Tuned to 42 hz is very high.

A dayton 10" HF with 300 watts in 1 cuft sealed would be a good choice here.

I just realized how old this thread is. Opps.


----------



## cleansoundz

Cerwin Vega V-Max all the way. No doubt.


----------



## rexroadj

The G3 is probably one of the best subs on the market at the price point its offered. That does seem a little high to tune. You may have to make modifications as far as the box goes but that is a fantastic sub you just picked up. Power wise you are fine. That sub will perform great with that power. It is very very similar to the G5s in performance.


----------



## DynaudioNut

IDQ 10 sealed box will give you the most bang for your buck. A Morel or Dynaudio will cost a liilte more but will give you unadulterated sonic bliss eventhough the subwoofer's duties are limited to just go boom.


----------



## DynaudioNut

I forgot to add about the IDQ from past experience will completely disappear which makes it idea for anyone building a SQ system. Instead of spending thousands on a sub you can now spend that money on your midbase where all the action is anyway!


----------



## ExtremeAcres

ok...the Boston G3104 sounds better...noticeably... (than the alpine 1043E)

here's what i noticed ... the G3's not really much louder ...if at all...if it is ...it's only a little louder.
but it sounds so much more complex... I dont know all the right terms to use ...

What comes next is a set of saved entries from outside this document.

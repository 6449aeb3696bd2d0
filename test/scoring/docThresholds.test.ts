import { strict as assert } from 'node:assert';
import { docNovelty, docRejected, docThresholds } from '../../src/engine/scoring/docThresholds';
import { SeededRandom } from '../../src/engine/util/random';

/** The reference pipeline's formulas, transcribed literally (shared/reference/torch_pipeline.py):
 *  sd = std(cat([p, 2 − p]), unbiased=False) if len(p) else 0.5;  thr = max(0.5, 1 − 3·sd);
 *  novelty = 1 − clamp(max_c(P / thr), max=1);  rejected = all_c(P < thr). */
function referenceThresholds(P: Float32Array, C: number, nodes: Int32Array, classes: Int32Array, alpha: number): number[] {
  const thr: number[] = [];
  for (let c = 0; c < C; c++) {
    const p: number[] = [];
    for (let k = 0; k < nodes.length; k++) if (classes[k] === c) p.push(P[nodes[k] * C + c]);
    let sd = 0.5;
    if (p.length) {
      const both = [...p, ...p.map((v) => 2 - v)];
      const mean = both.reduce((a, b) => a + b, 0) / both.length;
      sd = Math.sqrt(both.reduce((a, b) => a + (b - mean) ** 2, 0) / both.length);
    }
    thr.push(Math.max(0.5, 1 - alpha * sd));
  }
  return thr;
}

describe('DOC thresholds', () => {
  // 5 nodes × 3 classes, row-major; nodes 0–2 train class 0, nodes 3–4 train class 1, class 2 has none.
  const P = new Float32Array([
    0.9,
    0.1,
    0.2, //
    0.8,
    0.3,
    0.1, //
    1.0,
    0.0,
    0.0, //
    0.2,
    0.6,
    0.1, //
    0.1,
    0.9,
    0.3, //
  ]);
  const trainNodes = new Int32Array([0, 1, 2, 3, 4]);
  const trainClasses = new Int32Array([0, 0, 0, 1, 1]);

  it('matches a case computed by hand', () => {
    const thr = docThresholds(P, 3, trainNodes, trainClasses);
    // Class 0: p = {0.9, 0.8, 1.0}; mirrored set {0.9, 0.8, 1.0, 1.1, 1.2, 1.0} has mean 1,
    //   squared deviations 0.01 + 0.04 + 0 + 0.01 + 0.04 + 0 = 0.10, σ² = 0.10 / 6 = 0.016667,
    //   σ = 0.129099, threshold = max(0.5, 1 − 3 × 0.129099) = 1 − 0.387298 = 0.612702.
    assert.ok(Math.abs(thr[0] - 0.612702) < 1e-6, `class 0 threshold ${thr[0]}`);
    // Class 1: p = {0.6, 0.9}; σ² = (0.16 + 0.01 + 0.16 + 0.01) / 4 = 0.085, σ = 0.291548,
    //   1 − 3σ = 0.125357 < 0.5, so the floor 0.5 applies.
    assert.equal(thr[1], 0.5);
    // Class 2: no training nodes → 0.5.
    assert.equal(thr[2], 0.5);
    // alpha = 1 for class 0: 1 − 0.129099 = 0.870901.
    assert.ok(Math.abs(docThresholds(P, 3, trainNodes, trainClasses, 1)[0] - 0.870901) < 1e-6);
  });

  it('novelty and rejection on the hand case', () => {
    const thr = new Float32Array([0.612702, 0.5, 0.5]);
    const novelty = docNovelty(P, 3, thr);
    // Node 3: ratios 0.2/0.612702 = 0.3264, 0.6/0.5 = 1.2, 0.1/0.5 = 0.2 → max 1.2 → novelty 0.
    assert.equal(novelty[3], 0);
    const extra = new Float32Array([0.3, 0.4, 0.2]); // every p below its threshold
    const n2 = docNovelty(extra, 3, thr);
    // max(0.3/0.612702 = 0.489634, 0.4/0.5 = 0.8, 0.2/0.5 = 0.4) = 0.8 → novelty 0.2.
    assert.ok(Math.abs(n2[0] - 0.2) < 1e-6);
    assert.deepEqual(Array.from(docRejected(extra, 3, thr)), [1]);
    assert.deepEqual(Array.from(docRejected(P, 3, thr)), [0, 0, 0, 0, 0]);
  });

  it('equals the reference formulas on random data; rejected ⇔ novelty > 0', () => {
    const random = new SeededRandom(7);
    const nodeCount = 2000;
    const C = 6;
    const probs = new Float32Array(nodeCount * C);
    for (let i = 0; i < probs.length; i++) probs[i] = random.next() ** 2;
    const trainCount = 400;
    const nodes = new Int32Array(trainCount);
    const classes = new Int32Array(trainCount);
    for (let k = 0; k < trainCount; k++) {
      nodes[k] = random.int(nodeCount);
      classes[k] = random.int(C - 1); // the last class has no training nodes
      probs[nodes[k] * C + classes[k]] = 0.75 + 0.25 * random.next(); // members score high, as after training
    }
    for (const alpha of [3, 1.5]) {
      const thr = docThresholds(probs, C, nodes, classes, alpha);
      const expected = referenceThresholds(probs, C, nodes, classes, alpha);
      for (let c = 0; c < C; c++)
        assert.ok(Math.abs(thr[c] - expected[c]) < 1e-6, `alpha ${alpha}, class ${c}: ${thr[c]} vs ${expected[c]}`);
      assert.ok(
        thr.some((t) => t > 0.5),
        'some class should be above the floor, or the check is weak',
      );
      const novelty = docNovelty(probs, C, thr);
      const rejected = docRejected(probs, C, thr);
      let rejectedCount = 0;
      for (let i = 0; i < nodeCount; i++) {
        let ratio = -Infinity;
        let allBelow = true;
        for (let c = 0; c < C; c++) {
          ratio = Math.max(ratio, probs[i * C + c] / thr[c]);
          if (!(probs[i * C + c] < thr[c])) allBelow = false;
        }
        assert.ok(Math.abs(novelty[i] - (1 - Math.min(1, ratio))) < 1e-6);
        assert.equal(rejected[i], allBelow ? 1 : 0);
        assert.equal(novelty[i] > 0, allBelow, `node ${i}`);
        rejectedCount += rejected[i];
      }
      assert.ok(rejectedCount > 0 && rejectedCount < nodeCount, `rejected ${rejectedCount}`);
    }
  });

  it('rejects bad input with a clear message', () => {
    assert.throws(() => docThresholds(P, 4, trainNodes, trainClasses), /multiple of classCount/);
    assert.throws(() => docThresholds(P, 3, trainNodes, new Int32Array([0, 0, 0, 1, 3])), /training class 3 \(entry 4\)/);
    assert.throws(() => docThresholds(P, 3, new Int32Array([9]), new Int32Array([0])), /training node 9/);
    assert.throws(() => docNovelty(P, 3, new Float32Array([0.5, 0.5])), /2 thresholds for 3 classes/);
    assert.throws(() => docNovelty(P, 3, new Float32Array([0.5, 0, 0.5])), /threshold of class 1/);
  });
});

but it's like , the bass flows with softer edges...and it seems like maybe Im hearing more individual beats ...that were maybe flowing or melded together before... like the alpine was a little more peaky and sharp edged... I think now that i was wrong about the alpine being musical ...this Boston seems way more musical.
the only other thing ...and I dont even know this for sure ...but I think ...that now Im hearing some faint bass in some songs where i didnt really hear any bass before...
I have alot more listening and learning to do ...
I think the Alpine is still really good for 60 shipped ...but the G3 at 125 shipped ... is well worth the extra dollars...that's just an opinion from a novice


----------



## Galante

jl 10w3v3 man!


----------



## Samuel

Why does no one ever recomend the IXL series from Mach5?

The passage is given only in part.